◆ **Work required**:
Write out, word for word, the first line of the data below and every line after it through the one containing "#define LEAST_PLAIN 1e-4".

Collected data entries:

________________________________________

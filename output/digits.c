/* SPDX-License-Identifier: GPL-3.0-or-later */

/* The value is scaled by an exact power of ten to a whole number of DIGITS_SHOWN digits,
 * which are then printed with a point among them. */

#include "output/digits.h"

#include <math.h>
#include <stdio.h>
#include <string.h>

static const double POWERS[] = {1e0,  1e1,  1e2,  1e3,  1e4,  1e5,  1e6,  1e7,
                                1e8,  1e9,  1e10, 1e11, 1e12, 1e13, 1e14, 1e15,
                                1e16, 1e17, 1e18, 1e19, 1e20, 1e21, 1e22};

#define LEAST 1e-9
#define MOST  1e15

/* Below this printf's %g changes to an exponent; so does this. */
#define LEAST_PLAIN 1e-4

/* Decimal exponent of a size in [LEAST, MOST): 10^e <= size < 10^(e+1). */
static int exponent_of(double size)
{
    int e = size >= 1.0 ? 0 : -9;
    while (e < 0 ? size * POWERS[-e] >= 10.0 : size >= POWERS[e + 1])
        e++;
    return e;
}

static double scaled(double size, int power)
{
    return power >= 0 ? size * POWERS[power] : size / POWERS[-power];
}

/* The DIGITS_SHOWN decimal digits of a whole number; returns how many are left when
 * trailing zeros are dropped (at least 1). */
static int spell(unsigned long long whole, char digits[DIGITS_SHOWN])
{
    int count = DIGITS_SHOWN;
    for (int k = DIGITS_SHOWN - 1; k >= 0; k--) {
        digits[k] = (char)('0' + whole % 10);
        whole /= 10;
    }
    while (count > 1 && digits[count - 1] == '0')
        count--;
    return count;
}

/* Digits with the point after position e (e < 0: zeros first). */
static size_t write_plain(char *text, const char *digits, int count, int e)
{
    size_t n = 0;
    if (e < 0) {
        text[n++] = '0';
        text[n++] = '.';
        for (int k = -1; k > e; k--)
            text[n++] = '0';
    }
    for (int k = 0; k < count || k <= e; k++) {
        if (k == e + 1 && e >= 0)
            text[n++] = '.';
        text[n++] = k < count ? digits[k] : '0';
    }
    return n;
}

static size_t write_exponent(char *text, const char *digits, int count, int e)
{
    size_t n = write_plain(text, digits, count, 0);
    text[n++] = 'e';
    text[n++] = '-';
    text[n++] = (char)('0' + -e / 10);
    text[n++] = (char)('0' + -e % 10);
    return n;
}

size_t digits_write(double value, char text[DIGITS_TEXT])
{
    char digits[DIGITS_SHOWN];
    const double size = fabs(value);
    size_t n = 0;
    if (!(size >= LEAST && size < MOST)) /* zero and NaN too */
        return (size_t)snprintf(text, DIGITS_TEXT, "%.*g", DIGITS_SHOWN, value);
    int e = exponent_of(size);
    unsigned long long whole =
        (unsigned long long)llround(scaled(size, DIGITS_SHOWN - 1 - e));
    if (whole >= (unsigned long long)POWERS[DIGITS_SHOWN]) {
        whole /= 10;
        e++;
    }
    const int count = spell(whole, digits);
    if (value < 0.0)
        text[n++] = '-';
    if (e >= DIGITS_SHOWN)
        return (size_t)snprintf(text, DIGITS_TEXT, "%.*g", DIGITS_SHOWN, value);
    if (size < LEAST_PLAIN && e < -4)
        n += write_exponent(text + n, digits, count, e);
    else
        n += write_plain(text + n, digits, count, e);
    text[n] = '\0';
    return n;
}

________________________________________

◆ **Exercise response**:
filename output/digits.c
/* SPDX-License-Identifier: GPL-3.0-or-later */

/* The value is scaled by an exact power of ten to a whole number of DIGITS_SHOWN digits,
 * which are then printed with a point among them. */

#include "output/digits.h"

#include <math.h>
#include <stdio.h>
#include <string.h>

static const double POWERS[] = {1e0,  1e1,  1e2,  1e3,  1e4,  1e5,  1e6,  1e7,
                                1e8,  1e9,  1e10, 1e11, 1e12, 1e13, 1e14, 1e15,
                                1e16, 1e17, 1e18, 1e19, 1e20, 1e21, 1e22};

#define LEAST 1e-9
#define MOST  1e15

/* Below this printf's %g changes to an exponent; so does this. */
#define LEAST_PLAIN 1e-4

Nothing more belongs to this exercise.